The state has historically issued these short-term (one year or less) debt obligations, also called TRANs, to address periodic mismatches between revenues and expenditures during the fiscal year. These anticipated mismatches result primarily from the state providing nearly 50 percent of its payments to local school districts in the first three months of the fiscal year.

Prior to Hegar’s decision to refrain from unnecessary borrowing for fiscal 2016, Texas had issued TRANs annually for nearly three decades. Despite ongoing weakness in the energy sector, Texas’ diverse economy has generated revenues and fund balances that allow the state to again forgo issuing these short-term obligations for fiscal 2017, which begins on Sept. 1. According to the National Association of State Budget Officers, Texas’ ESF is the largest fund of its kind in the nation, accounting for 23 percent of all such revenues in the 50 states.
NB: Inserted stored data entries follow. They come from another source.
"""Tachometer pulses against analytic pulse trains (engine.simulate's tach channel)."""

import numpy as np
import pytest

from engine.errors import InputError
from engine.simulate import TACH_DUTY, MachineSignal, synthesize
from engine.tach import detect_pulses, speed_profile

FS = 25600.0


def run_up(t):
    """600 → 3600 rpm in 10 s, linear."""
    return 600.0 + 300.0 * np.clip(t, 0.0, 10.0)


def _tach(ppr, profile=run_up, seconds=10.0):
    sig = MachineSignal(rpm=600.0, speed_wobble=0.0, orders={1.0: (1.0, 0.0)})
    rec = synthesize(sig, fs_hz=FS, duration_s=seconds, rpm_profile=profile, tach_ppr=ppr)
    return rec.channels[rec.tach_channel].samples


def _true_rise_times(ppr, seconds=10.0):
    """Times at which θ · ppr passes a whole number for the linear run-up
    (θ = 10 t + 2.5 t² rev, engine.simulate's integral of the speed)."""
    k = np.arange(1, int((10 * seconds + 2.5 * seconds ** 2) * ppr))
    theta = k / ppr
    return (-10.0 + np.sqrt(100.0 + 10.0 * theta)) / 5.0


@pytest.mark.parametrize("ppr", [1, 4])
def test_rpm_follows_the_true_run_up(ppr):
    # The speed over whole revolutions, placed at the middle of the span, equals the
    # instantaneous speed there for a linear ramp (mean value of a linear function):
    # within 0.1 % of the profile given to engine.simulate.
    r = detect_pulses(_tach(ppr), FS, pulses_per_rev=ppr)
    assert r.warnings == [] and r.pulses_per_rev == ppr
    np.testing.assert_allclose(r.rpm, run_up(r.rpm_times_s), rtol=1e-3)
    # Pulse times against the analytic rising edges (engine.simulate's tach rises
    # when θ · ppr passes a whole number): within one sample.
    true = _true_rise_times(ppr)
    assert r.pulse_times_s.size == true.size
    np.testing.assert_allclose(r.pulse_times_s, true, atol=1.0 / FS)
    t, rpm = speed_profile(r)
    np.testing.assert_array_equal(rpm, r.rpm)
    np.testing.assert_array_equal(t, r.rpm_times_s)


def test_falling_edges_lag_by_the_duty_cycle():
    # engine.simulate's pulse is high for TACH_DUTY of each period: at a steady
    # 1500 rpm with 4 pulses per rev the falling edge follows the rising one by
    # TACH_DUTY / (4 × 25 Hz).
    tach = _tach(4, profile=lambda t: np.full_like(t, 1500.0), seconds=2.0)
    rise = detect_pulses(tach, FS, pulses_per_rev=4)
    fall = detect_pulses(tach, FS, pulses_per_rev=4, edge="falling")
    lag = TACH_DUTY / (4 * 25.0)
    # The record starts high (on a pulse), so the first falling edge belongs to the
    # pulse at t = 0, whose rise is not in the record.
    assert fall.pulse_times_s[0] == pytest.approx(lag, abs=1.0 / FS)
    n = rise.pulse_times_s.size
    np.testing.assert_allclose(fall.pulse_times_s[1:n + 1], rise.pulse_times_s + lag,
                               atol=1.0 / FS)
    np.testing.assert_allclose(fall.rpm, 1500.0, rtol=1e-3)


def test_sub_sample_timing_of_an_analog_edge():
    # A sine tach crosses zero upwards at t = k / f exactly (analytic zero
    # crossings); a sine has no curvature at its zero crossing, so linear
    # interpolation between the samples around it is exact to well under a
    # thousandth of a sample (7.3 Hz sampled at 1 kHz: 0.046 rad per sample).
    fs, f = 1000.0, 7.3
    t = np.arange(int(fs * 5)) / fs
    x = np.sin(2 * np.pi * f * t)
    r = detect_pulses(x, fs, threshold=0.0)
    np.testing.assert_allclose(r.pulse_times_s, np.arange(1, r.pulse_times_s.size + 1) / f,
                               atol=1e-3 / fs)
    np.testing.assert_allclose(r.rpm, 60 * f, rtol=1e-6)
    # The automatic threshold: mid-way between the medians of the two halves.
    assert detect_pulses(x, fs).threshold == pytest.approx(0.0, abs=0.01)


def test_missing_and_extra_pulses_are_reported_and_repaired():
    tach = _tach(4)
    good = detect_pulses(tach, FS, pulses_per_rev=4)
    p = good.pulse_times_s
    broken = tach.copy()
    # Remove the whole pulse at about 3 s (its high part lasts TACH_DUTY of a period).
    k = int(np.searchsorted(p, 3.0))
    a = int(np.ceil(p[k] * FS))
    broken[a - 1:a + int(0.6 * (p[k + 1] - p[k]) * FS)] = 0.0
    # A glitch half-way between two pulses at about 6 s, one just after a pulse at 8 s.
    k2 = int(np.searchsorted(p, 6.0))
    g1 = int(0.5 * (p[k2] + p[k2 + 1]) * FS) + 20
    k3 = int(np.searchsorted(p, 8.0))
    g2 = int((p[k3] + 0.3 * (p[k3 + 1] - p[k3])) * FS)
    for g in (g1, g2):
        broken[g:g + 3] = 5.0
    r = detect_pulses(broken, FS, pulses_per_rev=4)
    missing = [w for w in r.warnings if "missing" in w]
    extra = [w for w in r.warnings if "extra" in w]
    assert len(missing) == 1 and "after 2.99" in missing[0]
    assert len(extra) == 2 and "6.01" in extra[0] and "8.00" in extra[1]
    np.testing.assert_allclose(r.extra_times_s, [g1 / FS, g2 / FS], atol=2.0 / FS)
    assert r.missing_times_s.size == 1
    # The filled pulse lands on the true one (interpolated from its neighbours).
    assert r.missing_times_s[0] == pytest.approx(p[k], abs=2.0 / FS)
    assert r.pulse_times_s.size == p.size
    np.testing.assert_allclose(r.pulse_times_s, p, atol=2.0 / FS)
    np.testing.assert_allclose(r.rpm, run_up(r.rpm_times_s), rtol=1e-3)


def test_levels_threshold_and_hysteresis_on_a_noisy_offset_tach(rng):
    # 0.5 V low, 4.5 V high with noise: the automatic threshold is mid-way (2.5 V);
    # slow edges with noise do not trigger twice thanks to the hysteresis.
    fs, f = 10000.0, 20.0
    t = np.arange(int(fs * 3)) / fs
    square = np.where(np.mod(t * f, 1.0) < 0.3, 4.5, 0.5)
    slow = np.convolve(square, np.ones(25) / 25, mode="same")  # 2.5 ms edges
    x = slow + 0.05 * rng.standard_normal(t.size)
    r = detect_pulses(x, fs)
    assert r.threshold == pytest.approx(2.5, abs=0.05)
    assert r.warnings == []
    np.testing.assert_allclose(np.diff(r.pulse_times_s), 1.0 / f, atol=3.0 / fs)
    bare = detect_pulses(x, fs, hysteresis=0.0)
    assert bare.extra_times_s.size > 0  # without hysteresis noise adds edges
    assert bare.pulse_times_s.size == r.pulse_times_s.size  # …which are then dropped


def test_narrow_keyphasor_notch_is_found():
    # A once-per-rev mark of 3 samples in 1000 (0.3 % of the time, under the 0.5 %
    # the percentiles see): the levels fall back to the extremes, every pulse is kept.
    x = np.zeros(100_000)
    for start in range(500, x.size - 3, 1000):
        x[start:start + 3] = 4.0
    r = detect_pulses(x, 100_000.0)
    assert r.threshold == pytest.approx(2.0)
    assert r.pulse_times_s.size == 100 and r.warnings == []
    np.testing.assert_allclose(r.rpm, 6000.0, rtol=1e-12)


def test_errors_name_the_field():
    with pytest.raises(InputError, match="flat"):
        detect_pulses(np.ones(1000), FS)
    with pytest.raises(InputError, match="edge 'up'"):
        detect_pulses(_tach(1, seconds=1.0), FS, edge="up")
    with pytest.raises(InputError, match="pulses_per_rev"):
        detect_pulses(_tach(1, seconds=1.0), FS, pulses_per_rev=0)
    with pytest.raises(InputError, match="threshold"):
        detect_pulses(_tach(1, seconds=1.0), FS, threshold=9.0)
    with pytest.raises(InputError, match="at least 2 are needed"):
        detect_pulses(np.r_[np.zeros(100), np.full(100, 5.0)], FS)
    with pytest.raises(InputError, match="TachResult"):
        speed_profile((np.zeros(3), np.zeros(3)))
“As I have continued to say, Texas’ diverse and dynamic economy has weathered this downturn in energy prices significantly better than other energy-producing states, meaning we still have the ability to do the fiscally responsible thing and avoid unnecessary borrowing,” Hegar said. “Texans know you don’t borrow when you don’t need to and Texas government should follow the same principle.”

The state will bridge the gap between expenditures and revenues using available funds accessed through a combination of intrafund and interfund borrowing. Intrafund borrowing taps available General Revenue Fund cash balances, while interfund borrowing taps funds outside of general revenue such as the ESF, also known as the “Rainy Day Fund.”

As revenues come in, the state will repay the borrowed funds with interest as required by law. The agency anticipates all funds to be repaid by May 2017, coinciding with the receipt of 2017 franchise tax revenues. Franchise tax revenues in 2016 came in ahead of estimates in the Comptroller’s Certification Revenue Estimate despite the drag continued low oil prices have placed on some segments of the economy.

“With approximately $9.66 billion currently in the state’s Rainy Day Fund, Texas’ available large cash balances represent tremendous assets for the state and its taxpayers,” Hegar said. “We are fortunate to be in a position to put those assets to work for us. By tapping these resources rather than borrowing in the short term, we are continuing the sound fiscal management that has kept our state on solid economic footing.”